• Task brief:
Report, as a bare number, how many lines of the entries below contain "CurveView".

:::::

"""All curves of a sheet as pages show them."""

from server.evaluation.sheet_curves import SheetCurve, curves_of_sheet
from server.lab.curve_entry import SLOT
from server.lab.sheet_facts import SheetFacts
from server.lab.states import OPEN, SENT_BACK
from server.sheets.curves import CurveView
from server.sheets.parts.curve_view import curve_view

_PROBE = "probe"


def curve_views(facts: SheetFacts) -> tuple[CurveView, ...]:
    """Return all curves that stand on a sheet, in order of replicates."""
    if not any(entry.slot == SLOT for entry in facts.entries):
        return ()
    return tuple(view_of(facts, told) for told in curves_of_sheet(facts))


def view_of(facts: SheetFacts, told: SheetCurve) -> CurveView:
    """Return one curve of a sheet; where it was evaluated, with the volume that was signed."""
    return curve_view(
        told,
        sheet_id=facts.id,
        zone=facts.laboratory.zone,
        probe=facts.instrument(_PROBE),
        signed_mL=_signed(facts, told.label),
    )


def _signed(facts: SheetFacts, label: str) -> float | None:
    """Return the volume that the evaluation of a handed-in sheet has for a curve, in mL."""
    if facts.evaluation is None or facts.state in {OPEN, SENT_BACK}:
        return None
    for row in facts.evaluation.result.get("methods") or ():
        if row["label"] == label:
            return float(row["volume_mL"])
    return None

:::::

• Final answer:
3